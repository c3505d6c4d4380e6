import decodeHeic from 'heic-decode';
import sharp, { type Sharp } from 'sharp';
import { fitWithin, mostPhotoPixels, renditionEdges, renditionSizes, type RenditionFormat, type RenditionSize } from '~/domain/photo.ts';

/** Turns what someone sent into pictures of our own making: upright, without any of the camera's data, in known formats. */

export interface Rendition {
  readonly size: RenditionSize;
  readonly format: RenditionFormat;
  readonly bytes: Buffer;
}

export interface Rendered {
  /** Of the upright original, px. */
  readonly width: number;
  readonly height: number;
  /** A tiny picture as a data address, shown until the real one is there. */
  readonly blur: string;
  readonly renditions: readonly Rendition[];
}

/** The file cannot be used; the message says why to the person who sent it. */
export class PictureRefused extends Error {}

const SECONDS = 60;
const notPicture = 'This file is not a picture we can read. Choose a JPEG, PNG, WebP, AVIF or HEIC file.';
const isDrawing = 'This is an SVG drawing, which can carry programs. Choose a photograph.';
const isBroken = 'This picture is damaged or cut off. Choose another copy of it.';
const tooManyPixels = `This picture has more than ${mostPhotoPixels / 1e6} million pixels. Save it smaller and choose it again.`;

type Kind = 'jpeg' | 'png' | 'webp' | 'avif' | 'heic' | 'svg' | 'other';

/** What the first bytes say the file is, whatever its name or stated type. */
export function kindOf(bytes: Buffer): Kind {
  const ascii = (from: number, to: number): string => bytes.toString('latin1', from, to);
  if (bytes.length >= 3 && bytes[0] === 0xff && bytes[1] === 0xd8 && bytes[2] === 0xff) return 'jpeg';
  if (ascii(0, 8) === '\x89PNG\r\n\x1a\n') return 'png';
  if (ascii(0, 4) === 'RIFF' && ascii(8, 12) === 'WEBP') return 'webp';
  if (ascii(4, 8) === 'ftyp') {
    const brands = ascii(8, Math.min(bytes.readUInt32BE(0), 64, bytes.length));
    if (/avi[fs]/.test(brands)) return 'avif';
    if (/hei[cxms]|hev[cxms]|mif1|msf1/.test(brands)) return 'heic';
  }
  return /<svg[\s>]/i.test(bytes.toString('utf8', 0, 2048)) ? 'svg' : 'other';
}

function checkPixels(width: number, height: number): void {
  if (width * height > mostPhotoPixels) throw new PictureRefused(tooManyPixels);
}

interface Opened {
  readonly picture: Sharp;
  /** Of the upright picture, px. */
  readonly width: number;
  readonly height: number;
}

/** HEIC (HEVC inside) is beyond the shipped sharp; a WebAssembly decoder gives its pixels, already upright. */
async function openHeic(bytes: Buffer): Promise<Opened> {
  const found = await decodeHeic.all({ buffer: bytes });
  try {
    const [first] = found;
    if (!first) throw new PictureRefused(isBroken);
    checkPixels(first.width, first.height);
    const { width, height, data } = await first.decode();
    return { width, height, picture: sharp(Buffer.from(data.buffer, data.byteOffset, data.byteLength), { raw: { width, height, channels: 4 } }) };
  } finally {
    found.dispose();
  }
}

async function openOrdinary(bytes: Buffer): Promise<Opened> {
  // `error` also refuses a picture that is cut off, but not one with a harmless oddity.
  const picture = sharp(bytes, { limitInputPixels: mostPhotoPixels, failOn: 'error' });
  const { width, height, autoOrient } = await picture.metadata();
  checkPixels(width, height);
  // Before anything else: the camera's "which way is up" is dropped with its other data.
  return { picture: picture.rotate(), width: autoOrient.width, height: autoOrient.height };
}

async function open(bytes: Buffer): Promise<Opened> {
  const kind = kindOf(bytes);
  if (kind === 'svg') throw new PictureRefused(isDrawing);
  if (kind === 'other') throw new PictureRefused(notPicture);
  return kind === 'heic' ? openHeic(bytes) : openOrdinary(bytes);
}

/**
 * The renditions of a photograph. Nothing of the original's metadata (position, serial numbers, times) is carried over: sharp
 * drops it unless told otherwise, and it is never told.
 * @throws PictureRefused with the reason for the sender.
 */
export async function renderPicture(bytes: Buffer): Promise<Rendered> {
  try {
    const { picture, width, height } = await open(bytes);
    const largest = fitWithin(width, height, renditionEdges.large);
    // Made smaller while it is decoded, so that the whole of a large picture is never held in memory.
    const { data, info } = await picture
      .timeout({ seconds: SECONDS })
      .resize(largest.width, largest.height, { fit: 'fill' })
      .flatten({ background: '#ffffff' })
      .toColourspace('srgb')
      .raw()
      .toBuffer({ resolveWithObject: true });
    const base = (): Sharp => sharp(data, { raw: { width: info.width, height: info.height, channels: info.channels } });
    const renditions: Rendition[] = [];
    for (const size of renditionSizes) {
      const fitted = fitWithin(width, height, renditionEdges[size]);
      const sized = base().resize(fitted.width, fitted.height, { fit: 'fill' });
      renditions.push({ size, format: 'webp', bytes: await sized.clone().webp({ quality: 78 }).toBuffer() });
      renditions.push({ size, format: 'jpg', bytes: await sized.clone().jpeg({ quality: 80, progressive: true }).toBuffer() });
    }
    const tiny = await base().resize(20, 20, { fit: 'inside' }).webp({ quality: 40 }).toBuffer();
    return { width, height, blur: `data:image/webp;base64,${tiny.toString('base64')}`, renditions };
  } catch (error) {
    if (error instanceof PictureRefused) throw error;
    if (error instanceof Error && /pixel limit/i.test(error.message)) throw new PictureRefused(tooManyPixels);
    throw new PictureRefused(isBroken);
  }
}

- - - - -

● Task objective:
Please write the listing out again, matching each line exactly.

● Worked solution:
repository c3505d6c4d4380e6
import decodeHeic from 'heic-decode';
import sharp, { type Sharp } from 'sharp';
import { fitWithin, mostPhotoPixels, renditionEdges, renditionSizes, type RenditionFormat, type RenditionSize } from '~/domain/photo.ts';

/** Turns what someone sent into pictures of our own making: upright, without any of the camera's data, in known formats. */

export interface Rendition {
  readonly size: RenditionSize;
  readonly format: RenditionFormat;
  readonly bytes: Buffer;
}

export interface Rendered {
  /** Of the upright original, px. */
  readonly width: number;
  readonly height: number;
  /** A tiny picture as a data address, shown until the real one is there. */
  readonly blur: string;
  readonly renditions: readonly Rendition[];
}

/** The file cannot be used; the message says why to the person who sent it. */
export class PictureRefused extends Error {}

const SECONDS = 60;
const notPicture = 'This file is not a picture we can read. Choose a JPEG, PNG, WebP, AVIF or HEIC file.';
const isDrawing = 'This is an SVG drawing, which can carry programs. Choose a photograph.';
const isBroken = 'This picture is damaged or cut off. Choose another copy of it.';
const tooManyPixels = `This picture has more than ${mostPhotoPixels / 1e6} million pixels. Save it smaller and choose it again.`;

type Kind = 'jpeg' | 'png' | 'webp' | 'avif' | 'heic' | 'svg' | 'other';

/** What the first bytes say the file is, whatever its name or stated type. */
export function kindOf(bytes: Buffer): Kind {
  const ascii = (from: number, to: number): string => bytes.toString('latin1', from, to);
  if (bytes.length >= 3 && bytes[0] === 0xff && bytes[1] === 0xd8 && bytes[2] === 0xff) return 'jpeg';
  if (ascii(0, 8) === '\x89PNG\r\n\x1a\n') return 'png';
  if (ascii(0, 4) === 'RIFF' && ascii(8, 12) === 'WEBP') return 'webp';
  if (ascii(4, 8) === 'ftyp') {
    const brands = ascii(8, Math.min(bytes.readUInt32BE(0), 64, bytes.length));
    if (/avi[fs]/.test(brands)) return 'avif';
    if (/hei[cxms]|hev[cxms]|mif1|msf1/.test(brands)) return 'heic';
  }
  return /<svg[\s>]/i.test(bytes.toString('utf8', 0, 2048)) ? 'svg' : 'other';
}

function checkPixels(width: number, height: number): void {
  if (width * height > mostPhotoPixels) throw new PictureRefused(tooManyPixels);
}

interface Opened {
  readonly picture: Sharp;
  /** Of the upright picture, px. */
  readonly width: number;
  readonly height: number;
}

/** HEIC (HEVC inside) is beyond the shipped sharp; a WebAssembly decoder gives its pixels, already upright. */
async function openHeic(bytes: Buffer): Promise<Opened> {
  const found = await decodeHeic.all({ buffer: bytes });
  try {
    const [first] = found;
    if (!first) throw new PictureRefused(isBroken);
    checkPixels(first.width, first.height);
    const { width, height, data } = await first.decode();
    return { width, height, picture: sharp(Buffer.from(data.buffer, data.byteOffset, data.byteLength), { raw: { width, height, channels: 4 } }) };
  } finally {
    found.dispose();
  }
}

async function openOrdinary(bytes: Buffer): Promise<Opened> {
  // `error` also refuses a picture that is cut off, but not one with a harmless oddity.
  const picture = sharp(bytes, { limitInputPixels: mostPhotoPixels, failOn: 'error' });
  const { width, height, autoOrient } = await picture.metadata();
  checkPixels(width, height);
  // Before anything else: the camera's "which way is up" is dropped with its other data.
  return { picture: picture.rotate(), width: autoOrient.width, height: autoOrient.height };
}

async function open(bytes: Buffer): Promise<Opened> {
  const kind = kindOf(bytes);
  if (kind === 'svg') throw new PictureRefused(isDrawing);
  if (kind === 'other') throw new PictureRefused(notPicture);
  return kind === 'heic' ? openHeic(bytes) : openOrdinary(bytes);
}

/**
 * The renditions of a photograph. Nothing of the original's metadata (position, serial numbers, times) is carried over: sharp
 * drops it unless told otherwise, and it is never told.
 * @throws PictureRefused with the reason for the sender.
 */
export async function renderPicture(bytes: Buffer): Promise<Rendered> {
  try {
    const { picture, width, height } = await open(bytes);
    const largest = fitWithin(width, height, renditionEdges.large);
    // Made smaller while it is decoded, so that the whole of a large picture is never held in memory.
    const { data, info } = await picture
      .timeout({ seconds: SECONDS })
      .resize(largest.width, largest.height, { fit: 'fill' })
      .flatten({ background: '#ffffff' })
      .toColourspace('srgb')
      .raw()
      .toBuffer({ resolveWithObject: true });
    const base = (): Sharp => sharp(data, { raw: { width: info.width, height: info.height, channels: info.channels } });
    const renditions: Rendition[] = [];
    for (const size of renditionSizes) {
      const fitted = fitWithin(width, height, renditionEdges[size]);
      const sized = base().resize(fitted.width, fitted.height, { fit: 'fill' });
      renditions.push({ size, format: 'webp', bytes: await sized.clone().webp({ quality: 78 }).toBuffer() });
      renditions.push({ size, format: 'jpg', bytes: await sized.clone().jpeg({ quality: 80, progressive: true }).toBuffer() });
    }
    const tiny = await base().resize(20, 20, { fit: 'inside' }).webp({ quality: 40 }).toBuffer();
    return { width, height, blur: `data:image/webp;base64,${tiny.toString('base64')}`, renditions };
  } catch (error) {
    if (error instanceof PictureRefused) throw error;
    if (error instanceof Error && /pixel limit/i.test(error.message)) throw new PictureRefused(tooManyPixels);
    throw new PictureRefused(isBroken);
  }
}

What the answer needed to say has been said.